President Donald Trump said Democratic presidential front runner Bernie Sanders is advocating “totally unaffordable” policies that are “not going to work” during a meeting with business leaders Tuesday at the U.S. embassy in New Delhi.
“When we win re-election - I think we will - when we win, I think the market’s going to go up, it’s going to be like a rocket ship, like last time, but even more so,” Trump said. “I think the fact that the Democrats are so radical, so out of control, they honestly don’t know what they’re doing.”
Past presidents typically shied away from discussing domestic politics while on foreign soil, but Trump has seldom abided by that particular tradition and often laces into his opponents back home while overseas.
He went on to blame the election season for holding down the value of the stock market, saying that investors are worried Sanders and other candidates had “a real chance” of winning the presidency.
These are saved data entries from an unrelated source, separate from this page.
/// The smaller root of the quadratic left after dividing out the root `zl`, when both of its
/// roots are real and below `zl`; polished by Newton steps on the cubic.
#[inline(always)]
fn smallest_other_root(c2: f64, c1: f64, c0: f64, zl: f64) -> Option<f64> {
    // Z^3 + c2 Z^2 + c1 Z + c0 = (Z - zl)(Z^2 + e1 Z + e0)
    let e1 = c2 + zl;
    let e0 = c1 + zl * e1;
    let disc = e1 * e1 - 4.0 * e0;
    if disc < 0.0 {
        return None;
    }
    // Stable quadratic formula: q = -(e1 + sign(e1) sqrt(disc))/2, roots q and e0/q.
    let q = -0.5 * (e1 + disc.sqrt().copysign(e1));
    let (r1, r2) = if q == 0.0 { (0.0, 0.0) } else { (q, e0 / q) };
    let mut z = r1.min(r2);
    if z >= zl {
        return None;
    }
    for _ in 0..2 {
        let f = ((z + c2) * z + c1) * z + c0;
        let df = (3.0 * z + 2.0 * c2) * z + c1;
        if df == 0.0 {
            break;
        }
        z -= f / df;
    }
    Some(z)
}

/// Where the lanes start: one substitution of Z = 1 into the equation of state solved for Z,
/// Z = Z/(Z - B) - A Z/(Z^2 + u B Z + w B^2), that is 1/(1 - B) - A/(1 + u B + w B^2) (one
/// division), when it lies between B and 1 + B; 1 + B (the bound above every physical
/// root) otherwise. Over the yardstick's grids it saves about one Halley step a state.
#[inline(always)]
fn start(aa: f64, bb: f64, u: f64, w: f64) -> f64 {
    let d = 1.0 + u * bb + w * bb * bb;
    let s = 1.0 - bb;
    let guess = (d - aa * s) / (s * d);
    let top = 1.0 + bb;
    if (guess > bb) & (guess < top) & (s > 0.0) & (d > 0.0) {
        guess
    } else {
        top
    }
}

/// True when, in some lane, the quadratic left after dividing the root z out of the cubic
/// has real roots (the test that opens [`other_root_lane`]): a block of states with one real
/// root each (every supercritical state, most gas states) skips the search for a second.
#[allow(clippy::needless_range_loop)]
#[inline(always)]
fn any_real_pair(c2: &[f64; LANES], c1: &[f64; LANES], z: &[f64; LANES]) -> bool {
    let mut real = [0_u64; LANES];
    for l in 0..LANES {
        let e1 = c2[l] + z[l];
        let e0 = c1[l] + z[l] * e1;
        real[l] = mask(e1 * e1 - 4.0 * e0 >= 0.0);
    }
    any(&real)
}

/// [`smallest_other_root`] without branches, for the lane kernel: the root, and whether it
/// exists (both roots of the quadratic real, the smaller below `zl`). Where it does not, the
/// value is meaningless. The same operations in the same order, so the same bits.
#[inline(always)]
fn other_root_lane(c2: f64, c1: f64, c0: f64, zl: f64) -> (f64, bool) {
    let e1 = c2 + zl;
    let e0 = c1 + zl * e1;
    let disc = e1 * e1 - 4.0 * e0;
    let real = disc >= 0.0;
    let q = -0.5 * (e1 + disc.max(0.0).sqrt().copysign(e1));
    let zero = q == 0.0;
    let r2 = e0 / if zero { 1.0 } else { q };
    let (r1, r2) = if zero { (0.0, 0.0) } else { (q, r2) };
    let mut z = r1.min(r2);
    let below = z < zl;
    for _ in 0..2 {
        let f = ((z + c2) * z + c1) * z + c0;
        let df = (3.0 * z + 2.0 * c2) * z + c1;
        let dz = f / if df == 0.0 { 1.0 } else { df };
        z = if df == 0.0 { z } else { z - dz };
    }
    (z, real & below)
}

/// A lane flag: every bit set when `b`, none otherwise.
#[inline(always)]
fn mask(b: bool) -> u64 {
    (b as u64).wrapping_neg()
}

/// True when every lane's flag is set.
#[inline(always)]
fn all(flags: &[u64; LANES]) -> bool {
    flags.iter().fold(u64::MAX, |a, f| a & f) != 0
}

/// True when some lane's flag is set.
#[inline(always)]
fn any(flags: &[u64; LANES]) -> bool {
    flags.iter().fold(0, |a, f| a | f) != 0
}

/// States validated and then computed together, so that the input is read from memory once
/// (a multiple of LANES).
const PIECE: usize = LANES * 256;

/// The running test that every value seen is finite and positive, kept across the lanes so
/// that it vectorises: the smallest value must be above zero, and x * 0 is NaN exactly when
/// x is infinite or NaN (a NaN never replaces the minimum, but it does poison the sum).
struct Screen {
    lo: [f64; LANES],
    poison: [f64; LANES],
}

impl Screen {
    #[inline(always)]
    fn new() -> Self {
        Screen {
            lo: [f64::INFINITY; LANES],
            poison: [0.0; LANES],
        }
    }

    #[allow(clippy::needless_range_loop)]
    #[inline(always)]
    fn add(&mut self, v: &[f64; LANES]) {
        for l in 0..LANES {
            self.lo[l] = if v[l] < self.lo[l] { v[l] } else { self.lo[l] };
            self.poison[l] += v[l] * 0.0;
        }
    }

    #[inline(always)]
    fn valid(&self) -> bool {
        self.lo.iter().all(|m| *m > 0.0) && self.poison.iter().all(|q| *q == 0.0)
    }
}

/// True when every value is finite and positive.
fn all_valid(v: &[f64]) -> bool {
    let mut screen = Screen::new();
    let mut chunks = v.chunks_exact(LANES);
    for c in &mut chunks {
        screen.add(c.try_into().unwrap_or(&[1.0; LANES]));
    }
    let rest = chunks.remainder();
    if let Some(last) = rest.last() {
        let mut block = [*last; LANES];
        block[..rest.len()].copy_from_slice(rest);
        screen.add(&block);
    }
    screen.valid()
}

/// Refuses states that are not finite and positive.
fn check_states(t: &[f64], p: &[f64]) -> Result<()> {
    if all_valid(t) && all_valid(p) {
        return Ok(());
    }
    let bad = t
        .iter()
        .chain(p)
        .copied()
        .find(|v| !(v.is_finite() && *v > 0.0))
        .unwrap_or(f64::NAN);
    Err(Error::invalid(
        "state in batch",
        bad,
        "finite, positive temperatures (K) and pressures (Pa)",
    ))
}

fn length_error(got: usize, want: &'static str) -> Error {
    Error::invalid("batch length", got as f64, want)
}

/// A cubic model bound to one composition, ready to evaluate Z at many states.
#[derive(Debug, Clone)]
pub struct ZBatch {
    /// a(T) = q0 + q1 sqrt(T) + q2 T (the mixing sum folded at construction).
    q: [f64; 3],
    n: usize,
    b: f64,
    d1: f64,
    d2: f64,
}

/// Defines `$at(&self, level, args...)`, which runs the kernel `$body` compiled for the
/// given instruction-set level when the processor has it (`$v3`: x86-64-v3, `$v4`: v4; see
/// [`crate::cpu`]), and at the baseline otherwise.
macro_rules! leveled {
    ($(#[$doc:meta])* $at:ident, $v3:ident, $v4:ident, $body:ident,
     ($($arg:ident: $ty:ty),*) -> $ret:ty) => {
        $(#[$doc])*
        fn $at(&self, level: crate::cpu::Level, $($arg: $ty),*) -> $ret {
            #[cfg(target_arch = "x86_64")]
            {
                use crate::cpu::Level;
                let top = crate::cpu::level();
                if level == Level::Avx512 && top >= Level::Avx512 {
                    // SAFETY: the processor has the x86-64-v4 features (checked at run time
                    // by `cpu::level`), the only condition for running code compiled for
                    // them.
                    #[allow(unsafe_code)]
                    return unsafe { self.$v4($($arg),*) };
                }
                if level >= Level::Avx2 && top >= Level::Avx2 {
                    // SAFETY: the processor has the x86-64-v3 features (checked at run time
                    // by `cpu::level`).
                    #[allow(unsafe_code)]
                    return unsafe { self.$v3($($arg),*) };
                }
            }
            #[cfg(not(target_arch = "x86_64"))]
            let _ = level;
            self.$body($($arg),*)
        }

        /// The kernel compiled for x86-64-v4 (AVX-512).
        #[cfg(target_arch = "x86_64")]
        #[target_feature(
            enable = "avx512f,avx512dq,avx512cd,avx512bw,avx512vl,avx2,fma,bmi1,bmi2,lzcnt,popcnt,movbe"
        )]
        #[allow(unsafe_code)]
        unsafe fn $v4(&self, $($arg: $ty),*) -> $ret {
            self.$body($($arg),*)
        }

        /// The kernel compiled for x86-64-v3 (AVX2).
        #[cfg(target_arch = "x86_64")]
        #[target_feature(enable = "avx2,fma,bmi1,bmi2,lzcnt,popcnt,movbe")]
        #[allow(unsafe_code)]
        unsafe fn $v3(&self, $($arg: $ty),*) -> $ret {
            self.$body($($arg),*)
        }
    };
}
The U.S. president is in India on a two-day state visit.
Trump’s broadside against the Vermont senator -- who is leading the Democratic nominating contest after consecutive wins in New Hampshire and Nevada -- came ahead of Tuesday night’s Democratic debate in South Carolina.
Still, Trump’s decision to explicitly target Sanders’s policies and cast a Democratic presidency as a danger to markets seemed to underscore worry within the White House of the extent to which the president’s re-election campaign hinges on a humming economy, particularly amid growing concerns over the impact of the Chinese coronavirus outbreak.
Trump repeatedly sought to downplay the possible impact of the disease after the Dow Jones Industrial Average and S&P 500 on Monday posted their sharpest daily declines since 2018.
“Things like that happen” in business, Trump said of the losses, reiterating his belief that the virus was “under control” in the U.S. He said his administration was working “very hard” and spending “a tremendous amount of money” to address the outbreak, and noted the White House on Monday had asked Congress for $2.5 billion in additional funds to fight coronavirus.
He said the money would be spent “on getting everything ready just in case something should happen and also helping other nations that aren’t equipped to do it.” The U.S. president also reiterated his confidence in Chinese President Xi Jinping, saying officials in Beijing were “working very hard.”
“I think he’ll be in pretty good shape,” Trump said. “They’ve had a rough patch and I think right now they have it -- it looks like they’re getting it under control more and more.”